Aggregation of the BEFIT Group Tax Base & allocation between Member States

These individual preliminary tax base calculations are then aggregated together to calculate the aggregate BEFIT Group tax base.

Instead of using the formulary apportionment a transitional allocation rule will be utilised that will allocate a percentage of the aggregated tax base to each member of the BEFIT Group on the basis of the average of the taxable results of that group member for the previous three fiscal years as a percentage of those of the BEFIT Group. For the first three years of the operation of the BEFIT rules the domestic tax rules will be used to calculate the annual taxable results, allowing for the incremental introduction of the BEFIT rules. In terms of being seen not to erode fiscal sovereignty of the Member States, the Directive includes a provision which allows Member States to increase or decrease the allocated part of the tax base through domestic tax provisions, so long as in line with Pillar 2.

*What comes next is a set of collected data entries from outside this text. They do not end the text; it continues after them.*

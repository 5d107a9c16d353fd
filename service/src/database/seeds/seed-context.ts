import { NestFactory } from '@nestjs/core';
import type { INestApplicationContext } from '@nestjs/common';
import { AppModule } from '../../app.module.js';

/** The application's services without the HTTP server, so the seed uses the same rules as the API. */
export async function seedContext(): Promise<INestApplicationContext> {
  return NestFactory.createApplicationContext(AppModule, { logger: ['error', 'warn'] });
}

The full formulary apportionment using substantive factors may be proposed by the Commission by way of a Directive before 2035.

Withholding Taxes and Cross-Border loss relief

BEFIT will allow for the cross-border loss relief, a long-standing aim of the Commission. Another carrot is that there will be no withholding taxes on transactions such as interest and royalty payments when the beneficial owner is within the BEFIT Group. It is interesting in the context of the Commission’s wider policy agenda at present that the question of who constitutes the beneficial owner is left to the Member State of the recipient.

Transfer Pricing simplification within a BEFIT Group

BEFIT also encompasses simplified transfer pricing rules for transactions between the BEFIT Group and associated enterprises. In a similar vein to the OECD Pillar 1 Amount B, it will introduce simplified transfer pricing benchmarking for limited risk activities such as distribution activities by low-risk distributors and manufacturing activities by contract manufacturers. These transfer pricing measures are limited to administration of transfer pricing between BEFIT Group members and associated enterprises and are not to be confused with the Proposal for a Transfer Pricing Directive that seeks to introduce a harmonised approach to the application of the OECD transfer pricing guidelines to Member States.

How will the BEFIT rules be administered in practice?

A One-Stop-Shop will allow one group member to fill in the group’s information returns with the tax administration of one Member State.

Tax audits and dispute settlement will remain at the level of each Member State. In some cases, audits may need to be carried out jointly under the existing legislative framework.

Next Steps

BEFIT will go before the Council for negotiations chaired by the Spanish Presidency. Given the Presidency has undertaken to have agreement reached on other long-running proposals, namely ATAD 3 by the November ECOFIN meeting, one would expect that negotiations on the technical aspects of the BEFIT proposal to really start under the Belgian Presidency in January 2024. As with all tax measures, a unanimous vote of all Member State is required, and it remains to be seen whether, even in a post-Pillar 2 world, Member States with historically steadfast resistance to encroachment by the EU on fiscal sovereignty will agree. A view clearly shared within the Commission itself, given the recent proposal to raise European own resources through a levy on Member States (not companies) based on .5% of the corporate profits in that Member State.